Ohunayo further explained that the easiest option for airlines was to quickly buy the 737 aircraft that were more available within the system, so the recurrent training for the pilots could easily be done within the region.
But as operating and maintenance cost continues to bite, airlines have realised that they need smaller aircraft on some routes and that is why airlines are now deliberate in getting smaller, fuel-efficient aircraft for domestic operations, he said.
“Aero pioneered acquisition of small aircraft. Arik had some aircraft on small routes. Air Peace is now leading the way with its E-195 aircraft. Airlines are learning to put their aircraft on routes that can give them profit.
“Overland doesn’t struggle with anyone on big routes. They have gone to small routes and put their small aircraft there in order to avoid having issues with their bottom line and they have been able to manage it well. The new United Airline that is coming up is also toeing that line with acquisition of small aircraft,” Ohunayo said.
Also, Awa Airline, an African airline uses a small Embraer aircraft and rather than do one flight a day, they do about three to four daily flights into Nigeria with a small aircraft, and they have been able to manage the small aircraft for their profitability, he said.
In Europe, low-cost airlines such as EasyJet and Ryanair are easily visible.

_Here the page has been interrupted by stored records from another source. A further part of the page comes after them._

/** The report builder: pure functions from a document and its outputs to a self-contained HTML page. */
export { buildReport, chartKey, isReadingsTable, REPORT_CSP, type Provenance, type ReportInput, type Verification } from "./build-report.js";
export { outputHtml, tableHtml, Numbering, type ChartPicture } from "./outputs-html.js";
export { escapeHtml } from "./escape.js";
export { CAUTION_TEXT } from "./caution.js";
export { methodSources, type MethodSource } from "./sources.js";
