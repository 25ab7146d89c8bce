/** The report builder: pure functions from a document and its outputs to a self-contained HTML page. */
export { buildReport, chartKey, REPORT_CSP, type Provenance, type ReportInput } from "./build-report.js";
export { outputHtml, type ChartPicture } from "./outputs-html.js";
export { escapeHtml } from "./escape.js";
export { CAUTION_TEXT } from "./caution.js";
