/** T from specific capacity (aq.transmissivityFromSpecificCapacity) with its limits. */
export function specificCapacityOutputs(result: unknown, options: unknown): CellOutput[] {
  if (!isRecord(result) || typeof result.T !== "number" || typeof result.u !== "number") {
    throw new DisplayError("show.specificCapacity: pass the result of aq.transmissivityFromSpecificCapacity");
  }
  return [{
    type: "table",
    title: titleOf(options, "Transmissivity from specific capacity (Theis solution at the well radius)"),
    columns: [{ name: "quantity" }, { name: "value" }, { name: "unit" }],
    rows: [["T (transmissivity, a lower bound)", num(result.T), "m2/d"], ["u = rw² S / (4 T t) at the well", num(result.u), "1"]],
  }, ...texts("note: ", result.notes)];
}

/** A horizontal-anisotropy fit (aq.fitAnisotropy): principal values and direction, then the wells. */
export function anisotropyOutputs(result: unknown, options: unknown): CellOutput[] {
  if (!isRecord(result) || !isRecord(result.Tmax) || !isRecord(result.Tmin) || !isRecord(result.directionDegrees) || !isRecord(result.fit)) {
    throw new DisplayError("show.anisotropy: pass the result of aq.fitAnisotropy");
  }
  const tmax = result.Tmax;
  const tmin = result.Tmin;
  const ratio = num(tmax.value) !== null && num(tmin.value) !== null ? (tmax.value as number) / (tmin.value as number) : null;
  const principal: TableOutput = {
    type: "table",
    title: titleOf(options, "Horizontal anisotropy: Papadopulos (1965)"),
    columns: ESTIMATE_COLUMNS,
    rows: [
      estimateRow("Tmax (major principal transmissivity)", tmax.value, null, tmax.ci95, "m2/d"),
      estimateRow("Tmin (minor principal transmissivity)", tmin.value, null, tmin.ci95, "m2/d"),
      estimateRow("direction of Tmax (counter-clockwise from x)", result.directionDegrees.value, null, result.directionDegrees.ci95, "degree"),
      ["Tmax / Tmin", ratio, null, null, null, "1"],
      ["S (storativity)", num(result.S), null, null, null, "1"],
      ["RMSE of the fit", num(result.fit.rmse), null, null, null, "m"],
    ],
  };
  const wells: TableOutput = {
    type: "table",
    title: "Observation wells",
    columns: [{ name: "well" }, { name: "x", unit: "m" }, { name: "y", unit: "m" }, { name: "distance", unit: "m" }],
    rows: list(result.wells).filter(isRecord).map((w) => [String(w.name), num(w.x), num(w.y), num(w.x) !== null && num(w.y) !== null ? Math.hypot(w.x as number, w.y as number) : null]),
  };
  return [principal, wells, ...texts("warning: ", result.fit.warnings)];
}

/** Slope hints (aq.slopeHints): one row per run, each a hint rather than a verdict. */
export function slopeHintOutputs(result: unknown, options: unknown): CellOutput[] {
  if (!isRecord(result) || !Array.isArray(result.hints)) throw new DisplayError("show.slopeHints: pass the result of aq.slopeHints");
  const names: Record<string, string> = { "half-slope": "slope 1/2", "quarter-slope": "slope 1/4", "negative-half-slope": "slope -1/2", trough: "trough" };
  const timeUnit = isRecord(options) && typeof options.timeUnit === "string" ? options.timeUnit : "d";
  const table: TableOutput = {
    type: "table",
    title: titleOf(options, "Flow-regime hints from the log derivative (hints, not verdicts)"),
    columns: [{ name: "pattern" }, { name: "from", unit: timeUnit }, { name: "to", unit: timeUnit }, { name: "points" }, { name: "value" }, { name: "reading" }],
    rows: result.hints.filter(isRecord).map((h) => [names[String(h.kind)] ?? String(h.kind), num(h.timeStart), num(h.timeEnd), num(h.pointCount), num(h.value), String(h.message)]),
  };
  return result.hints.length === 0 ? [table, { type: "text", text: "No slope of 1/2, 1/4 or -1/2 and no trough over the span asked for." }] : [table];
}
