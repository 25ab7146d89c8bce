/**
 * Drawing a chart output's Vega-Lite spec as SVG on Node, offline and without eval: vega-lite compiles it, vega
 * parses it to an AST (`ast: true`) evaluated by vega-interpreter, the view renders headless (`renderer: "none"`,
 * no canvas) and `toSVG()` writes the markup. The loader refuses every load (the data is inline), `usermeta`
 * is removed, and links are taken out of the SVG; a drawing with other active content (scripts,
 * event handlers, URLs) is refused.
 */
import * as vega from "vega";
import { compile } from "vega-lite";
import { expressionInterpreter } from "vega-interpreter";
import type { ChartPicture } from "./outputs-html.js";

/** A loader that loads nothing: `load` refuses, `sanitize` yields an empty href (throwing there crashes vega). */
function refusingLoader(refused: string[]): vega.Loader {
  const loader = vega.loader();
  loader.load = async (uri: string) => {
    refused.push(uri);
    throw new Error(`refused to load ${uri}`);
  };
  loader.sanitize = async () => ({ href: "" });
  return loader;
}

const TAG = /<([A-Za-z][^\s/>]*)((?:\s+[^\s=/>]+(?:\s*=\s*(?:"[^"]*"|'[^']*'|[^\s>]+))?)*)\s*\/?>/g;
const ATTRIBUTE = /\s+([^\s=/>]+)(?:\s*=\s*("[^"]*"|'[^']*'|[^\s>]+))?/g;
const ACTIVE_ELEMENTS = new Set(["script", "foreignobject", "iframe", "object", "embed", "a", "image", "use"]);

/**
 * The first piece of markup in `svg` that could act or load: a script-like element, a link, an image, an event
 * handler attribute, or a URL in an attribute. Text and attribute values are escaped by vega, so only tags and
 * attribute names need looking at. Undefined when there is none.
 */
export function activeContent(svg: string): string | undefined {
  for (const tag of svg.matchAll(TAG)) {
    const element = tag[1]!.toLowerCase();
    if (ACTIVE_ELEMENTS.has(element)) return `<${tag[1]}>`;
    for (const attribute of (tag[2] ?? "").matchAll(ATTRIBUTE)) {
      const name = attribute[1]!.toLowerCase();
      const value = (attribute[2] ?? "").replace(/^["']|["']$/g, "").trim().toLowerCase();
      if (name.startsWith("on")) return `${name}= on <${tag[1]}>`;
      if ((name === "href" || name.endsWith(":href") || name === "src") && value !== "") return `${name}= on <${tag[1]}>`;
      if (/url\(\s*['"]?(?!#)/.test(value)) return `a url() in ${name}= on <${tag[1]}>`;
    }
  }
  return undefined;
}

/** Draws a Vega-Lite spec (with inline data) as SVG, or says why it could not. Each call makes and finalizes its own view. */
export async function drawChart(spec: Record<string, unknown>): Promise<ChartPicture> {
  const { usermeta: _usermeta, ...clean } = spec;
  const refused: string[] = [];
  const logger = {
    level: () => logger,
    error: () => logger,
    warn: () => logger,
    info: () => logger,
    debug: () => logger,
  };
  let view: vega.View | undefined;
  try {
    const compiled = compile(clean as unknown as Parameters<typeof compile>[0], { logger: logger as never }).spec;
    delete (compiled as { usermeta?: unknown }).usermeta;
    view = new vega.View(vega.parse(compiled, undefined, { ast: true }), {
      renderer: "none",
      loader: refusingLoader(refused),
      expr: expressionInterpreter,
      logLevel: vega.None,
    });
    const svg = (await view.toSVG()).replace(/<a\b[^>]*>/g, "").replace(/<\/a>/g, "");
    if (refused.length > 0) {
      return { problem: `the report loads nothing from outside (the chart asked for ${refused.join(", ")}); give chart data inline` };
    }
    const active = activeContent(svg);
    if (active !== undefined) return { problem: `the drawing contained ${active}, which a report may not carry, and was left out` };
    return { svg };
  } catch (e) {
    return { problem: e instanceof Error ? e.message : String(e) };
  } finally {
    view?.finalize();
  }
}
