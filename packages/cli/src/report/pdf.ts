/**
 * Printing a report's HTML to PDF through headless Chromium: the Chromium that the npm package
 * @sparticuz/chromium ships (unpacked once, on first use, under the system temp folder), or the one the
 * environment variable CONEBOOK_CHROMIUM points to, driven by playwright-core. Launched with `--no-sandbox`
 * and headless only: the package's own `chromium.args` turn off web security and site isolation, which would
 * void the report's Content-Security-Policy, so they are never used. The page is loaded from memory
 * (`setContent`), loads nothing else (the CSP forbids it; requests are aborted besides), and prints with the
 * report's own print stylesheet (page numbers in the bottom margin).
 */
import { chromium as playwright, type Browser } from "playwright-core";

/** Paper sizes a report can be printed on. */
export type Paper = "A4" | "Letter";

/** The Chromium to launch: CONEBOOK_CHROMIUM, else the one @sparticuz/chromium unpacks. */
export async function chromiumExecutable(env: NodeJS.ProcessEnv = process.env): Promise<string> {
  const override = env.CONEBOOK_CHROMIUM;
  if (override !== undefined && override !== "") return override;
  const { default: packaged } = await import("@sparticuz/chromium");
  return packaged.executablePath();
}

/** Launches headless Chromium with the sandbox off and nothing else changed. */
export async function launchChromium(env: NodeJS.ProcessEnv = process.env): Promise<Browser> {
  const executablePath = await chromiumExecutable(env);
  try {
    return await playwright.launch({ executablePath, headless: true, args: ["--no-sandbox"] });
  } catch (e) {
    const reason = e instanceof Error ? e.message.split("\n")[0] : String(e);
    throw new Error(`cannot start Chromium at ${executablePath} (${reason}); reinstall with npm ci, or set CONEBOOK_CHROMIUM to a Chromium binary`);
  }
}

/** The PDF bytes of a report's HTML on the given paper. The browser is closed before this returns. */
export async function printToPdf(html: string, paper: Paper, env: NodeJS.ProcessEnv = process.env): Promise<Uint8Array> {
  const browser = await launchChromium(env);
  try {
    const page = await browser.newPage({ javaScriptEnabled: false });
    await page.route("**/*", (route) => route.abort());
    await page.setContent(html, { waitUntil: "load" });
    await page.emulateMedia({ media: "print" });
    const pdf = await page.pdf({ format: paper, printBackground: true, preferCSSPageSize: false, outline: true, tagged: true });
    return new Uint8Array(pdf);
  } finally {
    await browser.close();
  }
}
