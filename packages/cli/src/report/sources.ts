/**
 * The report's list of methods and their sources: every method the document's code calls, cited by its
 * published source, and every rule of thumb it relies on labelled "common practice" with the reason it is
 * used. A method is found by the library call in the code (`aq.fitModel`, `aq.bourdetDerivative`, ...) or, for
 * a model, by its id quoted in the code ("theis", "hantush-jacob"), and cited from the model registry.
 */
import { describeModel, getModel, modelIds } from "@conebook/aquifer";
import type { ConebookDocument } from "@conebook/document";

/** One entry of the list. */
export interface MethodSource {
  method: string;
  /** The published source, or the words "common practice" and why the rule is used. */
  citation: string;
  kind: "published" | "common practice";
}

const ROUNDING: MethodSource = {
  method: "Rounding of estimates to their uncertainty (this report)",
  citation: "Particle Data Group (2018), Review of Particle Physics, Phys. Rev. D 98, 030001, Introduction, section 5.3.",
  kind: "published",
};

/** Sources by the library call that uses them. */
const BY_CALL: readonly { call: RegExp; sources: MethodSource[] }[] = [
  {
    call: /\baq\.fitModel\b|\baq\.fitSeries\b/,
    sources: [
      {
        method: "Nonlinear least squares (bounded Levenberg-Marquardt)",
        citation:
          "Moré, J.J. (1978). The Levenberg-Marquardt algorithm: implementation and theory. In G.A. Watson (ed.), Numerical Analysis, Dundee 1977, Lecture Notes in Mathematics 630, Springer, 105-116.",
        kind: "published",
      },
      {
        method: "Standard errors from s²(JᵀJ)⁻¹ and 95 % intervals with Student's t for n − p degrees of freedom",
        citation: "common practice for least-squares estimates with independent errors of equal variance; the intervals hold only if the model is right.",
        kind: "common practice",
      },
      {
        method: "Akaike information criterion (AIC)",
        citation: "Akaike, H. (1974). A new look at the statistical model identification. IEEE Transactions on Automatic Control 19(6), 716-723.",
        kind: "published",
      },
      {
        method: "Bayesian information criterion (BIC)",
        citation: "Schwarz, G. (1978). Estimating the dimension of a model. The Annals of Statistics 6(2), 461-464.",
        kind: "published",
      },
    ],
  },
  {
    call: /\baq\.compareModels\b/,
    sources: [
      {
        method: "Akaike weights",
        citation: "Burnham, K.P. and Anderson, D.R. (2002). Model Selection and Multimodel Inference, 2nd ed., Springer, section 2.9.",
        kind: "published",
      },
    ],
  },
  {
    call: /\baq\.cooperJacobLine\b/,
    sources: [
      {
        method: "Cooper-Jacob straight line",
        citation: getModel("cooper-jacob").source,
        kind: "published",
      },
      {
        method: "Validity of the straight line: readings with u ≤ 0.01",
        citation: "common practice: the straight line is within about 0.2 % of the Theis drawdown there (0.05 is also used, within about 2 %).",
        kind: "common practice",
      },
    ],
  },
  {
    call: /\baq\.bourdetDerivative\b/,
    sources: [
      {
        method: "Log derivative ds/d ln t",
        citation: "Bourdet, D., Ayoub, J.A., Pirard, Y.M. (1989). Use of pressure derivative in well-test interpretation. SPE Formation Evaluation 4(2), 293-302.",
        kind: "published",
      },
      {
        method: "Smoothing length of the derivative, 0.1 to 0.5 log cycles",
        citation: "common practice: long enough to damp logger noise, short enough to keep the shape of the response.",
        kind: "common practice",
      },
    ],
  },
  {
    call: /\baq\.regimeHints\b/,
    sources: [
      {
        method: "Reading flow regimes from the log-log slope of the derivative (flat: radial flow, falling: leakage or a recharge boundary)",
        citation: "common practice: pattern recognition on the derivative of Bourdet et al. (1989); the report states such readings as hints, not verdicts.",
        kind: "common practice",
      },
    ],
  },
  {
    call: /\baq\.leakanceFromLeakageFactor\b/,
    sources: [
      {
        method: "Leakance K'/b' = T/B² from the leakage factor",
        citation: getModel("hantush-jacob").source,
        kind: "published",
      },
    ],
  },
  {
    call: /\baq\.theisRecoveryLine\b/,
    sources: [
      { method: "Theis recovery: residual drawdown against log t/t'", citation: getModel("theis").source, kind: "published" },
      {
        method: "Recovery points used only where u' ≤ 0.01",
        citation: "common practice: the straight line of residual drawdown holds only where u' is small, as the Cooper-Jacob line does.",
        kind: "common practice",
      },
    ],
  },
  {
    call: /\baq\.recoveryAsDrawdown\b|\baq\.agarwalEquivalentTime\b/,
    sources: [
      {
        method: "Recovery at equivalent time te = tp t'/(tp + t')",
        citation: "Agarwal, R.G. (1980). A new method to account for producing time effects when drawdown type curves are used to analyze pressure buildup and other test data. SPE paper 9289.",
        kind: "published",
      },
    ],
  },
  {
    call: /\baq\.jacobStepTest\b/,
    sources: [
      {
        method: "Step-drawdown test: s_w = B Q + C Q² from the line of s_w/Q against Q",
        citation: "Jacob, C.E. (1947). Drawdown test to determine effective radius of artesian well. Transactions, American Society of Civil Engineers 112, 1047-1064.",
        kind: "published",
      },
    ],
  },
  {
    call: /\baq\.hvorslevSlugTest\b/,
    sources: [
      {
        method: "Slug test: Hvorslev time lag",
        citation: "Hvorslev, M.J. (1951). Time lag and soil permeability in ground-water observations. Bulletin 36, Waterways Experiment Station, U.S. Army Corps of Engineers.",
        kind: "published",
      },
    ],
  },
  {
    call: /\baq\.bouwerRiceSlugTest\b/,
    sources: [
      {
        method: "Slug test: Bouwer and Rice",
        citation: "Bouwer, H. and Rice, R.C. (1976). A slug test for determining hydraulic conductivity of unconfined aquifers with completely or partially penetrating wells. Water Resources Research 12(3), 423-428.",
        kind: "published",
      },
    ],
  },
  {
    call: /\baq\.cooperBredehoeftPapadopulosFit\b|\baq\.cbpNormalizedHead\b/,
    sources: [
      {
        method: "Slug test: Cooper, Bredehoeft and Papadopulos type curve",
        citation: "Cooper, H.H., Bredehoeft, J.D. and Papadopulos, I.S. (1967). Response of a finite-diameter well to an instantaneous charge of water. Water Resources Research 3(1), 263-269.",
        kind: "published",
      },
    ],
  },
  {
    call: /\baq\.estimateBarometricEfficiency\b|\baq\.correctBarometric\b/,
    sources: [
      {
        method: "Barometric efficiency and the barometric correction",
        citation: "Jacob, C.E. (1940). On the flow of water in an elastic artesian aquifer. Transactions, American Geophysical Union 21(2), 574-586.",
        kind: "published",
      },
    ],
  },
  {
    call: /\baq\.removeLinearTrend\b/,
    sources: [
      {
        method: "Background trend: a straight line through the pre-test readings, extrapolated over the test",
        citation: "common practice: it assumes the trend before the test would have continued unchanged through it.",
        kind: "common practice",
      },
    ],
  },
  {
    call: /\baq\.logResample\b/,
    sources: [
      {
        method: "Thinning a logger record to a fixed number of readings per log cycle",
        citation: "common practice: it keeps the late readings of a fixed-interval logger from outweighing the early ones in a fit.",
        kind: "common practice",
      },
    ],
  },
  {
    call: /\baq\.cooperJacobDistance\b/,
    sources: [{ method: "Cooper-Jacob distance-drawdown line", citation: getModel("cooper-jacob").source, kind: "published" }],
  },
  {
    call: /\baq\.barrierDistanceFromImage\b|\baq\.forecastDrawdown\b|\baq\.schemeDrawdown\b/,
    sources: [
      {
        method: "Straight boundaries by image wells",
        citation: "Ferris, J.G., Knowles, D.B., Brown, R.H. and Stallman, R.W. (1962). Theory of aquifer tests. U.S. Geological Survey Water-Supply Paper 1536-E.",
        kind: "published",
      },
    ],
  },
  {
    call: /\baq\.parseObservationCsv\b/,
    sources: [
      {
        method: "Drawdown as the fall of the water level below its static level before pumping",
        citation: "common practice: the definition of drawdown; it assumes the static level would have held without pumping.",
        kind: "common practice",
      },
    ],
  },
];

/** The methods the document's code uses with their sources, models first, then calls, then the rounding rule. */
export function methodSources(doc: ConebookDocument): MethodSource[] {
  const code = doc.cells.filter((c) => c.kind === "code").map((c) => c.source).join("\n");
  const out: MethodSource[] = [];
  for (const id of modelIds) {
    if (!new RegExp(`["'\`]${id.replace(/[+]/g, "\\+")}["'\`]`).test(code)) continue;
    const model = describeModel(id);
    out.push({ method: model.name, citation: model.source, kind: "published" });
  }
  for (const { call, sources } of BY_CALL) {
    if (!call.test(code)) continue;
    for (const s of sources) if (!out.some((o) => o.method === s.method)) out.push(s);
  }
  out.push(ROUNDING);
  return out;
}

These airlines are deliberate in the choice of their aircraft types to meet their ideological needs to save and minimise cost, because low cost is their goal.
Southwest Airlines stands in America as a low-cost carrier and thus ensures their fleet and structure meet this need. The airline is arguably the second most profitable airline in the world.
In Seyi Adewale’s opinion, many African airlines have not really differentiated their business ideology in terms of low-cost initiatives, and to operate as a low-cost carrier and therefore defining their aircraft types.
“In Nigeria for example, you witness aircraft that could be intuitively considered as a ‘low-cost aircraft’ but with incongruent products or services including provision of business class seats, integrated cargo business, thereby having large cargo holds, in-flight ‘free’ catering service, aged aircraft fleet that increase maintenance cost and operations costs,” Adewale said.
Roy Ukpebo Ilegbodu, CEO, Arik Air, said during C-checks, airplanes are basically stripped and almost rebuilt. It costs money; the technicians are paid with foreign exchange. Anywhere from $500,000 to $1 million is what airlines need for a C-check.
“When the airplane is going for a C-check, depending on the age of that aircraft, there are some things that the manufacturers will look at. For instance, an airplane that has flown for 1000 hours, there are things they expect. So, based on that, the checks will be done.
“As airlines carry out the checks, you may find out more than what the manufacturers will have recommended. You find things like corrosion for airplanes that have operated in our region because of the moisture. When you find corrosion in an airplane, the cost of repair sometimes will double. But the good thing is that Arik’s airplanes are very new, so you will hardly find corrosion in airplanes that are less than 10 years old,” Ilegbodu said.